The phase III KEEPsAKE-1 (KS1; NCT03675308) and KEEPsAKE-2 (KS2; NCT03671148) trials evaluated the long-term efficacy and safety of risankizumab in 1,038 patients (KS1, n = 749 and KS2, n = 289) with active psoriatic arthritis (PsA) who previously had an inadequate response (IR) to ≥1 conventional synthetic disease-modifying antirheumatic drug (csDMARD) or biologic DMARD (bDMARD). Results from KS1 and KS2 196-week analyses were published by Östör et al. in Rheumatology and Therapy. 
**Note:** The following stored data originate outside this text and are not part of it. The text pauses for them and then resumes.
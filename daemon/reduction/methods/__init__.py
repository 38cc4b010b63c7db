"""Reduction methods: each reads a ``SensorRecord`` and returns a ``MethodResult`` with its own budget."""

from .base import Estimate, Found, Method, MethodResult, Options, combine
from .line import LineMethod, preliminary_line
from .probe import ProbeModelMethod, RadialMethod
from .pulse import PulseMethod
from .recovery import JointMethod, RecoveryMethod

__all__ = [
    "Estimate",
    "Found",
    "JointMethod",
    "LineMethod",
    "Method",
    "MethodResult",
    "Options",
    "ProbeModelMethod",
    "PulseMethod",
    "RadialMethod",
    "RecoveryMethod",
    "combine",
    "preliminary_line",
]
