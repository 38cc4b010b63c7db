"""The text readouts of the live screen: run bar, estimate, the stop verdict, power, sensors, banners.

Each widget has ``show(live, …)`` that rebuilds its text from ``LiveState``; none of them holds state of its
own, so redrawing at any rate gives the same picture. Every colour is paired with a word or a symbol.
"""

from __future__ import annotations

import math
from typing import Any

import numpy as np
from rich.text import Text
from textual.widgets import Static

from linerig.daemon.reduction.stop_rule import recovery_after_stop_s
from linerig.tui.screens.live_state import STATE_SYMBOLS, STATE_WORDS, LiveState, RunTrace
from linerig.tui.units import DisplayUnit, companion, duration, show
from linerig.tui.widgets.advice import fault_advice, flag_words

HEADING = "bold underline"
STALE_FIT_S = 10.0  # heating seconds without a new estimate before the readout says so
STATE_STYLE = {"checking": "cyan", "settling": "cyan", "heating": "bold yellow", "recovering": "bold blue",
               "done": "bold green", "aborted": "bold magenta", "faulted": "bold red"}


def _f(x: Any) -> float:
    return float(x) if isinstance(x, int | float) else math.nan


class RunBar(Static):
    """One line: run, state, time in phase, time left, and the two links (daemon, front end)."""

    DEFAULT_CSS = "RunBar { height: 1; background: $boost; }"

    def show(self, live: LiveState) -> None:
        t = Text(no_wrap=True, overflow="ellipsis")
        if not live.connected:
            t.append(" ✗ NO DAEMON ", style="bold reverse red")
            t.append(f" {live.lost_reason or 'connecting…'}")
            self.update(t)
            return
        if live.run_id is None:
            t.append(" no run ", style="reverse")
        else:
            st = live.run_state or "?"
            t.append(f" run {live.run_id} ", style="reverse")
            t.append(f" {STATE_SYMBOLS.get(st, '?')} {STATE_WORDS.get(st, st.upper())} ", style=STATE_STYLE.get(st, ""))
            cycles = int(live.plan.get("cycles", 1) or 1)
            if cycles > 1:
                t.append(f"cycle {live.cycle}/{cycles} ")
            if st == "heating":
                t.append(f"{duration(live.heating_elapsed_s)} of {duration(_f(live.plan.get('heat_s')))} ")
            elif live.active:
                t.append(f"{duration(live.phase_elapsed_s)} in phase ")
            left, at_least = live.remaining_s()
            if left is not None:
                t.append(f"│ left {'≥' if at_least else '≈'}{duration(left)} ")
        t.append("│ rig ")
        t.append("✓ linked" if live.frontend_up else "✗ NOT LINKED", style="green" if live.frontend_up else "bold red")
        self.update(t)


class EstimateReadout(Static):
    """The running estimate in the operator's unit, its companion, the window and the fit quality."""

    DEFAULT_CSS = "EstimateReadout { height: auto; }"

    def show(self, live: LiveState, unit: DisplayUnit, wide: bool = False) -> None:
        est = live.estimate
        if live.pulse and live.trace is not None and live.trace.pulse_fit:
            est = live.trace.pulse_fit  # a heat pulse: the daemon's pulse fit (the plot's title has α and ρc)
        finished = live.finished if live.finished and live.finished.get("run_id") == live.run_id else None
        text = Text(f"{unit.quantity.upper()} ± U (k = 2)", style=HEADING)
        if est is None and not finished:
            text.append("\n  waiting for a fit", style="dim")
            if live.run_state in ("checking", "settling"):
                text.append("\n  (after heater on)", style="dim")
            self.update(text)
            return
        src = est or {}
        if finished and finished.get("results"):
            name = _primary_name(live)
            src = finished["results"].get(name) or next(iter(finished["results"].values()))
            text.append("  final", style="bold green")
        k, ku = _f(src.get("k_W_per_mK")), _f(src.get("k_u_W_per_mK"))
        main = show(k, ku if math.isfinite(ku) else None, unit)
        other = show(k, ku if math.isfinite(ku) else None, companion(unit))
        text.append(f"\n {main.text()}", style="bold")
        if main.rel_u is not None:
            text.append(f" ({100 * main.rel_u:.1f} %)")
        text.append(f"\n {other.text()}")
        win = src.get("window_s") or [None, None]
        if win[0] is not None and win[1] is not None:
            text.append(f"\n window {win[0]:.0f}–{win[1]:.0f} s")
            if src.get("n_used"):
                text.append(f" · n {src['n_used']}")
        t_fit, t_now = _f(src.get("t_s")), live.heating_elapsed_s
        if est is src and live.run_state == "heating" and t_now is not None and t_now - t_fit > STALE_FIT_S:
            text.append(f"\n ⚠ no new fit since {t_fit:.0f} s", style="yellow")
        alpha = alpha_identified(_f(src.get("alpha_m2_per_s")))
        rms = _f(src.get("residual_rms_K"))
        extra = ([f"α {alpha * 1e6:.2f} mm²/s"] if alpha is not None else []) + \
            ([f"fit rms {1000 * rms:.1f} mK"] if math.isfinite(rms) else [])
        if wide and extra:
            text.append("\n " + " · ".join(extra))
        self.update(text)


def alpha_identified(alpha: float) -> float | None:
    """α, or None where the fit holds it at a bound of its search (the live fit clips to ALPHA_AXIAL_MAX): a
    bound says nothing about the ground, so nothing is shown."""
    from linerig.daemon.reduction.linesource import ALPHA_MAX, ALPHA_MIN
    from linerig.daemon.reduction.live import ALPHA_AXIAL_MAX

    if not math.isfinite(alpha) or alpha <= 0:
        return None
    if any(abs(alpha / bound - 1) < 1e-3 for bound in (ALPHA_MIN, ALPHA_MAX, ALPHA_AXIAL_MAX)):
        return None
    return alpha


def _primary_name(live: LiveState) -> str:
    tr = live.trace
    if tr is not None and tr.sensors:
        return tr.sensors[min(tr.primary, len(tr.sensors) - 1)]
    return str(live.plan.get("sensor") or "heater")


def baseline_drift_K_per_min(tr: RunTrace | None) -> float | None:
    """Slope of the fit sensor over the latest baseline span, as the daemon judges settling (K/min)."""
    if tr is None or len(tr.device_s) < 3:
        return None
    dev = np.asarray(tr.device_s, dtype=float)
    sel = dev >= dev[-1] - tr.baseline_s
    y = np.asarray([row[tr.primary] if tr.primary < len(row) else math.nan for row in tr.temps], dtype=float)[sel]
    x = dev[sel]
    ok = np.isfinite(y)
    if np.count_nonzero(ok) < 3 or np.ptp(x[ok]) <= 0:
        return None
    return float(np.polyfit(x[ok] - x[ok][0], y[ok], 1)[0] * 60.0)


def _pct(x: Any) -> str:
    return f"{100 * _f(x):.1f} %"


def _tol(v: dict[str, Any]) -> str:
    return f"{100 * _f(v.get('tolerance')):g} %"


def verdict_lines(live: LiveState) -> list[tuple[str, str]]:
    """The verdict in plain words, a (text, style) pair per line, for the side readout."""
    v = live.verdict
    if v is None:
        return [("○ not judged: the daemon has no plan to judge against", "dim")]
    at, tol = v.get("at_s"), _tol(v)
    out: list[tuple[str, str]] = []
    heating = live.run_state == "heating"
    if v.get("withdrawn"):
        out.append((f"✗ WITHDRAWN: k moved {100 * _f(v.get('moved_rel')):+.1f} % since {_f(at):.0f} s", "bold red"))
        out.append((f"  more than the {tol} tolerance", "red"))
    elif at is not None:
        out.append((f"● can stop since {_f(at):.0f} s", "bold green"))
        out.append((f"  k {_f(v.get('k_at_W_per_mK')):.3f} within {_pct(v.get('bound_rel'))} of a full heating",
                    ""))
    elif heating:
        out.append(("◔ not yet", "yellow"))
        out.append((f"  {v.get('reason') or ''}", ""))
    else:
        out.append(("○ no verdict in this heating", "dim"))
        out.append((f"  {v.get('reason') or ''}", "dim"))
    out.append((f"  tolerance {tol}", "dim"))
    terms = {k: _f(x) for k, x in (v.get("terms") or {}).items()}
    if heating and terms:
        words = {"model": "model", "statistical": "noise", "drift": "drift"}
        out.append(("  " + " · ".join(f"{words.get(k, k)} {100 * x:.1f}" for k, x in terms.items()
                                      if math.isfinite(x)) + " %", "dim"))
    off = live.trace.heat_off_t_s if live.trace is not None else None
    heat = _f(live.plan.get("heat_s"))
    if off is not None and math.isfinite(heat) and off < heat - 1.0:
        saved = heat - off
        power = _f(v.get("power_W"))
        energy = f", {power * saved / 3600:.2f} Wh" if math.isfinite(power) else ""
        out.append((f"■ stopped at {off:.0f} s: saved {duration(saved)}{energy}", "bold"))
    return out


class VerdictReadout(Static):
    """Whether heating can stop, against which tolerance, and why not yet."""

    DEFAULT_CSS = "VerdictReadout { height: auto; }"

    def show(self, live: LiveState) -> None:
        text = Text("CAN HEATING STOP?", style=HEADING)
        est = live.estimate
        tr = live.trace
        if est is None and live.pulse and live.run_state in ("heating", "recovering"):
            text.append(f"\n ○ a pulse has no stop verdict: it heats for {_f(live.plan.get('heat_s')):.0f} s, then "
                        "records the decay", style="dim")
            self.update(text)
            return
        if est is None:
            drift = baseline_drift_K_per_min(tr) if live.run_state == "settling" else None
            if drift is not None:
                limit = _f(live.plan.get("max_drift_K_per_min"))
                ok = math.isfinite(limit) and abs(drift) <= limit
                text.append(f"\n {'✓' if ok else '~'} ground drift {drift:+.3f} K/min", style="green" if ok else "")
                if math.isfinite(limit):
                    text.append(f"\n   heater goes on at ≤ {limit:.3f}")
            else:
                text.append("\n ○ no estimate yet", style="dim")
            self.update(text)
            return
        for line, style in verdict_lines(live):
            text.append("\n " + line, style=style)
        words = flag_words(est.get("flags"))
        if words:
            text.append("\n ⚑ " + "; ".join(words), style="yellow")
        self.update(text)


class PowerReadout(Static):
    """Power per metre asked for and measured, heater volts and amps."""

    DEFAULT_CSS = "PowerReadout { height: auto; }"

    def show(self, live: LiveState) -> None:
        text = Text("POWER", style=HEADING)
        s = live.last_sample or {}
        set_q = _f(live.plan.get("power_W_per_m")) if live.plan else math.nan
        on = bool(s.get("heater_on"))
        q = _f(s.get("q_W_per_m"))
        text.append(f"\n set {set_q:.2f}" if math.isfinite(set_q) else "\n set —")
        text.append(f" meas {q:.2f} W/m" if math.isfinite(q) else " meas —")
        if on and math.isfinite(set_q) and set_q and math.isfinite(q):
            text.append(f" {100 * (q / set_q - 1):+.1f}%")
        text.append("\n heater ")
        text.append("ON" if on else "off", style="bold yellow" if on else "dim")
        if on:
            text.append(f" · {_f(s.get('heater_V')):.2f} V · {_f(s.get('heater_A')):.3f} A")
        self.update(text)


class SensorReadout(Static):
    """Every sensor on the rod: temperature now, rise over its baseline, and any channel fault."""

    DEFAULT_CSS = "SensorReadout { height: auto; }"

    def show(self, live: LiveState) -> None:
        text = Text("SENSORS", style=HEADING)
        s = live.last_sample or {}
        names = list(s.get("sensors") or (live.status.get("probe") or {}).get("sensors") or [])
        temps = list(s.get("temps_C") or [])
        faults = list(s.get("faults") or [])
        tr = live.trace
        base = tr.baseline_C() if tr is not None and tr.run_id == s.get("run_id") else None
        primary = _primary_name(live)
        for i, name in enumerate(names):
            t = _f(temps[i]) if i < len(temps) else math.nan
            mark = "*" if name == primary else " "
            text.append(f"\n{mark}{name[:9]:<9}")
            if (i < len(faults) and faults[i]) or not math.isfinite(t):
                text.append(" ✗ FAULT (open?)", style="bold red")
                continue
            text.append(f" {t:7.3f} °C")
            if base is not None and i < base.size and math.isfinite(base[i]):
                text.append(f" Δ{t - base[i]:+6.3f} K")
        self.update(text)


def stop_prompt(live: LiveState, auto_stop: bool, unit: DisplayUnit) -> Text | None:
    """The prompt over the plots while heating: the verdict and what a stop now saves, or its withdrawal."""
    v = live.verdict or {}
    if live.run_state != "heating" or live.stable_at_s is None:
        return None
    at, tol = _f(v.get("at_s")), _tol(v)
    if v.get("withdrawn"):
        text = Text(" ✗ VERDICT WITHDRAWN ", style="bold reverse red")
        text.append(f" k has moved {100 * _f(v.get('moved_rel')):+.1f} % since heating could stop at {at:.0f} s, "
                    f"more than the {tol} tolerance. Keep heating: the verdict comes back if k settles again.",
                    style="bold")
        return text
    text = Text(" ▶ HEATING CAN STOP ", style="bold reverse green")
    k = show(_f(v.get("k_at_W_per_mK")), None, unit).text()
    text.append(f" since {at:.0f} s: {k} will stay within {tol} of what the full heating would give "
                f"(predicted ≤ {_pct(v.get('bound_rel'))}). ")
    saves = live.stop_now_saves()
    if saves is not None:
        secs, wh = saves
        text.append(f"Stopping now saves {duration(secs)}" + (f" and {wh:.2f} Wh" if wh is not None else "") + "; ")
        el, heat = live.heating_elapsed_s or 0.0, _f(live.plan.get("heat_s"))
        rec = recovery_after_stop_s(el, heat, _f(live.plan.get("recover_s")))
        text.append(f"the cooling is then logged for {duration(rec)} for the heat–cool cross-check. ")
    if auto_stop:
        text.append("The run will stop heating by itself.")
    else:
        text.append("Press ")
        text.append(" s ", style="bold reverse")
        text.append(" to stop heating.")
    return text


class StopPrompt(Static):
    """The 'heating can stop' prompt, or its withdrawal; shown only while the heater is on and it applies."""

    DEFAULT_CSS = "StopPrompt { height: auto; display: none; }"

    def show(self, live: LiveState, auto_stop: bool, unit: DisplayUnit = DisplayUnit.CONDUCTIVITY) -> None:
        text = stop_prompt(live, auto_stop, unit)
        self.display = text is not None
        self.set_class(live.verdict_withdrawn, "-withdrawn")
        if text is not None:
            self.update(text)


class FaultBanner(Static):
    """The last safety trip in plain words, with what to do next."""

    DEFAULT_CSS = "FaultBanner { height: auto; display: none; }"

    def show(self, live: LiveState) -> None:
        reason = live.fault
        if live.run_state == "faulted" and live.state_reason:
            reason = live.state_reason
        visible = bool(reason) and (live.run_state in (None, "faulted") or live.active)
        self.display = visible
        if not visible or reason is None:
            return
        text = Text(" ! HEATER OFF — SAFETY STOP ", style="bold reverse red")
        text.append(f" {reason}\n")
        text.append(" What to do: ", style="bold")
        text.append(fault_advice(reason))
        self.update(text)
Key data: In KS1 and KS2, 71.0% and 68.7% of patients in the risankizumab groups and 72.7% and 73.0% in the placebo/risankizumab groups, respectively, maintained ≥20% improvement in American College of Rheumatology criteria (ACR20) from Week 52 to 196. In KS1, 72.8% of patients in the risankizumab group and 72.2% in the placebo/risankizumab group maintained minimal disease activity (MDA) from Week 52 to 196, and 77.0% and 70.3% in KS2, respectively. No new safety signals were reported.

Key learning: Risankizumab demonstrated durable responses and a favorable long-term safety profile in both trials in patients with active PsA who had an IR to csDMARD or bDMARD.